Türk Tıbbi Onkoloji Derneği’nin bir önceki dönem başkanı Prof. Dr. Serdar Turhal, onkoloji hastalarına yönelik akıllı ilaçların ve hedefe yönelik …
Türk Tıbbi Onkoloji Derneği’nin bir önceki dönem başkanı Prof. Dr.

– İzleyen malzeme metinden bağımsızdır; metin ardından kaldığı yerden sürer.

// fieldValue checks a field's conversion keys: scale (not 0), enum (whole
// number codes) and range (min below max); each problem is reported at its key.
func fieldValue(f *Field, path string, bad func(path string, kind error, hint, format string, args ...any)) (scale float64, enum map[int64]string, rng *[2]float64, ok bool) {
	scale = 1
	if f.Scale != nil {
		scale = *f.Scale
	}
	if scale == 0 {
		bad(path+".scale", ErrRange, "value = raw × scale + offset; a negative scale flips a sign", "scale must not be 0")
		return 0, nil, nil, false
	}
	enum, err := convEnum(f.Enum)
	if err != nil {
		bad(path+".enum", ErrType, `write enum = { 0 = "idle", 1 = "charging" }`, "%v", err)
		return 0, nil, nil, false
	}
	rng, err = fieldRange(f)
	if err != nil {
		bad(path+".range", ErrRange, "range = [min, max] with min below max, in the value's unit", "%v", err)
		return 0, nil, nil, false
	}
	return scale, enum, rng, true
}

func groupNames(re *regexp.Regexp) []string {
	var out []string
	for _, n := range re.SubexpNames() {
		if n != "" {
			out = append(out, n)
		}
	}
	if len(out) == 0 {
		return []string{"(none: name them with (?P<name>…))"}
	}
	return out
}

func fieldRange(f *Field) (*[2]float64, error) {
	if f.Range == nil {
		return nil, nil
	}
	if len(f.Range) != 2 || !(f.Range[0] < f.Range[1]) {
		return nil, fmt.Errorf("range must be [min, max] with min < max")
	}
	return &[2]float64{f.Range[0], f.Range[1]}, nil
}

func unitOf(f *Field, b Binding) string {
	if f.Unit != "" {
		return f.Unit
	}
	return b.Unit()
}

// indexCount is how many positions an indexed kind has in this pack.
func indexCount(p *Profile, k BindKind) int {
	switch k {
	case BindCellVoltage, BindCellBalancing:
		return p.Pack.Cells
	case BindTemp:
		return p.Pack.Sensors
	case BindStringCurrent:
		return maxStrings
	}
	return 0
}

// maxStrings bounds string[N] positions: packs rarely have more parallel strings.
const maxStrings = 16

func checkIndex(p *Profile, b Binding) string {
	if !b.Kind.Indexed() {
		return ""
	}
	if n := indexCount(p, b.Kind); b.Index > n {
		what := map[BindKind]string{BindCellVoltage: "cells", BindCellBalancing: "cells", BindTemp: "temp_sensors", BindStringCurrent: "strings"}[b.Kind]
		return fmt.Sprintf("position %d is above the pack's %d %s", b.Index, n, what)
	}
	return ""
}

func bindHint(name string) string {
	cands := BindingNames()
	if c := closest(name, cands); c != "" {
		return fmt.Sprintf("did you mean %q?", c)
	}
	return "known bindings: " + strings.Join(cands, ", ")
}

// sortBindings orders names naturally: cell[2] before cell[10].
func sortBindings(names []string) {
	sort.Slice(names, func(i, j int) bool { return naturalLess(names[i], names[j]) })
}
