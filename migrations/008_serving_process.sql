-- The process serving this database. At most one process serves a SQLite file: it holds the lock
-- file beside it (src/store/serve-lock.ts) and writes who it is here, so that a second one can
-- say who holds it.

CREATE TABLE serving_process (
  id         INTEGER PRIMARY KEY CHECK (id = 1),
  pid        INTEGER NOT NULL,
  host       TEXT NOT NULL,
  version    TEXT NOT NULL,
  started_at INTEGER NOT NULL              -- Unix ms
) STRICT;
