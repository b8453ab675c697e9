-- Whether the answer carried an explanation (issue 18): 1 or 0 for rows written from this
-- migration on, NULL for the rows before it. A row with a value seals it into its chain hash
-- (src/store/chain.ts); a NULL adds nothing, so the rows sealed before keep their hashes.
ALTER TABLE scored_requests ADD COLUMN explained INTEGER CHECK (explained IN (0, 1));
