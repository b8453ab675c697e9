-- The row readiness writes to learn whether the database can still be written
-- (src/store/write-health.ts): taking the write lock succeeds on a full disk or an immutable file,
-- where every commit fails.

CREATE TABLE write_probe (
  id INTEGER PRIMARY KEY CHECK (id = 1),
  at INTEGER NOT NULL                      -- Unix ms of the last test write
) STRICT;
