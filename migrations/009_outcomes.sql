-- What each part turned out to be (issue 17): one row per outcome recorded, never updated. A
-- different label for the same request is a new row that names the one it replaces; the
-- request's outcome is its newest row. The rows are sealed into a hash chain of their own
-- (src/store/outcome-chain.ts), which `plumbline audit verify` recomputes beside the scored rows'.

CREATE TABLE outcomes (
  seq         INTEGER PRIMARY KEY,    -- commit order, 1, 2, ... without gaps
  request_id  TEXT NOT NULL,          -- scored_requests.request_id of the answer it judges
  label       TEXT NOT NULL,          -- what the part was: a class of that answer's bundle
  observed_at INTEGER,                -- Unix ms, when the line said when it was found; NULL when not
  source      TEXT,                   -- free text: the station, the gauge, a customer return
  recorded_at INTEGER NOT NULL,       -- Unix ms, when plumbline received it
  key_label   TEXT,                   -- label of the API key it came with; NULL without keys
  replaces    INTEGER,                -- seq of the outcome it replaces ("replace": true); NULL when the first
  chain_hash  BLOB NOT NULL
) STRICT;

CREATE INDEX outcomes_request ON outcomes (request_id, seq);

Serdar Turhal, onkoloji hastalarına yönelik akıllı ilaçların ve hedefe yönelik tedavilerin geliştiğini belirterek “Bunu bir yıl sonra konuştuğumuzda belki 75 kanser çeşidine karşı 1756 ilacımız olacak. Buradaki hızlı artış kemateropi, aşı gibi bütün diğer tedavi seçeneklerinin önüne geçmiş durumda” dedi.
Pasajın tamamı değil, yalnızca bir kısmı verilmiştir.